◆ **TASK PROMPT**:
Please print the entries below exactly, from the line with "cubeCross, encodeCubeKtx2, encodeDfgKtx2" through the line with "const levels = await", including both of those lines and leaving out all others.

◆ **Records contained in a dataset**:
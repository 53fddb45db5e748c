/** Readable summaries of every file lightkiln reads or writes (for `lightkiln inspect`). */
export interface ValueRange {
    readonly min: number;
    readonly max: number;
    readonly meanLuminance: number;
}
export interface FileSummary {
    readonly file: string;
    readonly format: string;
    readonly byteLength: number;
    readonly details: Readonly<Record<string, unknown>>;
}
/** Summarises a file by its signature (KTX 2.0, .hdr, .exr, .pfm, PNG, or a lightkiln manifest). */
export declare function inspectBytes(bytes: Uint8Array, file: string): FileSummary;
//# sourceMappingURL=inspect.d.ts.map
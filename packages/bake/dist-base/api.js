/** The public types of the async API (Baker in bake.ts). */
export {};
//# sourceMappingURL=api.js.map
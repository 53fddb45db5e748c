/**
 * The bake as data: one table of stages (the cached intermediates, each with the stages it reads) and one
 * table of artifacts (the files a bake returns, each with its key, name, format, the stages it needs and
 * how it is built). Baker.bake builds the artifact rows, Baker.plan walks both tables, and the cache
 * events take their labels from them: adding an artifact or a stage is a row here (and its builder).
 */
import { decodeKtx2, encodeExr, encodeHdr } from '@lightkiln/codecs';
import { renderContactSheet } from './preview/sheet.js';
import { levelDescriptors, roughnessToLodFormula } from './recipe.js';
import { encodeTimed } from './run.js';
import { cubeCross, encodeCubeKtx2, encodeDfgKtx2 } from './stages/encode.js';
export function stageRows(keys) {
    return [
        { name: 'source', key: keys.source, inputs: [] },
        { name: 'pyramid', key: keys.pyramid, inputs: ['source'] },
        ...keys.levels.map((key, m) => ({ name: `level ${m}`, key, inputs: ['pyramid'] })),
        { name: 'sh', key: keys.sh, inputs: ['pyramid'] },
        { name: 'irradiance cube', key: keys.irradianceCube, inputs: ['pyramid', 'sh'] },
        { name: 'dfg', key: keys.dfg, inputs: [] },
    ];
}
export function artifactRows(r, keys) {
    const levelStages = keys.levels.map((_, m) => `level ${m}`);
    const rows = [
        {
            kind: 'specular', name: `${r.name}.specular.ktx2`, key: keys.specularFile, label: 'specular file', phase: 1, stages: levelStages,
            format: () => `ktx2/${r.output.specularFormat}`,
            build: async (run) => {
                const levels = await run.levels();
                const { sanitized } = await run.pyramid();
                const { bytes, clamped } = await encodeTimed(run, () => encodeCubeKtx2(levels.map((l) => l.data), r.size, r.output.specularFormat, r.output.supercompression, {
                    'lightkiln.content': 'prefiltered radiance (GGX, split sum, n = v = r)',
                    'lightkiln.roughness': JSON.stringify(r.roughness),
                    'lightkiln.roughnessToLod': roughnessToLodFormula(r.roughness),
                    'lightkiln.samples': JSON.stringify(r.samples),
                }));
                const descriptors = levelDescriptors(r);
                const meta = {
                    sanitized,
                    clamped,
                    levels: levels.map((l) => {
                        const d = descriptors[l.level];
                        return { level: d.level, size: d.faceSize, roughness: d.perceptualRoughness, samples: d.requestedSamples, usedSamples: d.level === 0 ? 0 : l.usedSamples, relativeErrorEstimate: l.relativeErrorEstimate };
                    }),
                };
                return { bytes, meta };
            },
        },
        {
            kind: 'irradiance', name: `${r.name}.irradiance.ktx2`, key: keys.irradianceFile, label: 'irradiance file', phase: 1, stages: ['sh', 'irradiance cube'],
            format: () => `ktx2/${r.output.irradianceFormat}`,
            build: async (run) => {
                const sh = await run.sh();
                const cube = await run.irradianceCube();
                const { bytes, clamped } = await encodeTimed(run, () => encodeCubeKtx2([cube], r.irradiance.cubeSize, r.output.irradianceFormat, r.output.supercompression, {
                    'lightkiln.content': 'irradiance E(n) (not E / pi)',
                    'lightkiln.source': r.irradiance.cubeSource,
                }));
                const meta = { radiance: [...sh.radiance], irradiance: [...sh.irradiance], clamped };
                return { bytes, meta };
            },
        },
    ];
    if (r.dfg.enabled)
        rows.push(lutRow(r, keys.lutFile));
    for (const view of keys.views) {
        rows.push({
            kind: 'view', name: view.name, key: view.key, label: `view ${view.name}`, phase: 2, stages: view.kind === 'mirror' ? ['level 0'] : ['irradiance cube'],
            format: () => view.format,
            build: async (run) => {
                const data = view.kind === 'mirror' ? (await run.levels())[0].data : await run.irradianceCube();
                const image = cubeCross(data, view.kind === 'mirror' ? r.size : r.irradiance.cubeSize);
                return { bytes: view.format === 'hdr' ? encodeHdr(image) : encodeExr(image, { pixelType: 'half', compression: 'zip' }), meta: {} };
            },
        });
    }
    if (r.output.preview) {
        rows.push({
            kind: 'preview', name: `${r.name}.preview.png`, key: keys.preview, label: 'preview', phase: 2,
            stages: [...levelStages, 'sh', 'irradiance cube', ...(r.dfg.enabled ? ['dfg'] : [])],
            format: () => 'png',
            build: async (_run, built) => ({
                bytes: renderContactSheet({
                    probe: r.name, roughness: r.roughness,
                    specular: decodeKtx2(built.specular.bytes), irradiance: decodeKtx2(built.irradiance.bytes),
                    lut: built.lut === undefined ? null : decodeKtx2(built.lut.bytes),
                }),
                meta: {},
            }),
        });
    }
    return rows;
}
/** The DFG table's file: it needs no input, so a bake may start it before the input is read. */
export function lutRow(r, lutFile) {
    return {
        kind: 'lut', name: `${r.name}.dfg.ktx2`, key: lutFile, label: 'lut file', phase: 1, stages: ['dfg'],
        format: (meta) => (meta.channels.length === 2 ? 'ktx2/rg16f' : 'ktx2/rgba16f'),
        build: async (run) => {
            const table = await run.dfg();
            const meta = { channels: [...table.channelNames] };
            return { bytes: await encodeTimed(run, () => encodeDfgKtx2(table, r.output.supercompression, r.dfg.samples)), meta };
        },
    };
}
/** Cache-event labels of every key of a bake. */
export function keyLabels(recipe, keys) {
    const labels = new Map();
    for (const s of stageRows(keys))
        labels.set(s.key, s.name);
    for (const a of artifactRows(recipe, keys))
        labels.set(a.key, a.label);
    return labels;
}
/**
 * What a bake would read and compute, given which keys are cached: every missing artifact needs its
 * stages; a needed stage that is not cached is computed and needs its inputs in turn.
 */
export function planFromTables(recipe, keys, cached) {
    const stages = stageRows(keys);
    const byName = new Map(stages.map((s) => [s.name, s]));
    const needed = new Set();
    const need = (name) => {
        if (needed.has(name))
            return;
        needed.add(name);
        const stage = byName.get(name);
        if (!cached(stage.key))
            for (const input of stage.inputs)
                need(input);
    };
    const artifacts = artifactRows(recipe, keys).map((a) => {
        const isCached = cached(a.key);
        if (!isCached)
            for (const s of a.stages)
                need(s);
        return { kind: a.kind, name: a.name, key: a.key, cached: isCached, willCompute: !isCached };
    });
    return {
        artifacts,
        stages: stages.map((s) => ({ kind: s.name, key: s.key, cached: cached(s.key), willCompute: needed.has(s.name) && !cached(s.key) })),
    };
}
//# sourceMappingURL=tables.js.map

◆ **EXERCISE OUTPUT**:
import { cubeCross, encodeCubeKtx2, encodeDfgKtx2 } from './stages/encode.js';
export function stageRows(keys) {
    return [
        { name: 'source', key: keys.source, inputs: [] },
        { name: 'pyramid', key: keys.pyramid, inputs: ['source'] },
        ...keys.levels.map((key, m) => ({ name: `level ${m}`, key, inputs: ['pyramid'] })),
        { name: 'sh', key: keys.sh, inputs: ['pyramid'] },
        { name: 'irradiance cube', key: keys.irradianceCube, inputs: ['pyramid', 'sh'] },
        { name: 'dfg', key: keys.dfg, inputs: [] },
    ];
}
export function artifactRows(r, keys) {
    const levelStages = keys.levels.map((_, m) => `level ${m}`);
    const rows = [
        {
            kind: 'specular', name: `${r.name}.specular.ktx2`, key: keys.specularFile, label: 'specular file', phase: 1, stages: levelStages,
            format: () => `ktx2/${r.output.specularFormat}`,
            build: async (run) => {
                const levels = await run.levels();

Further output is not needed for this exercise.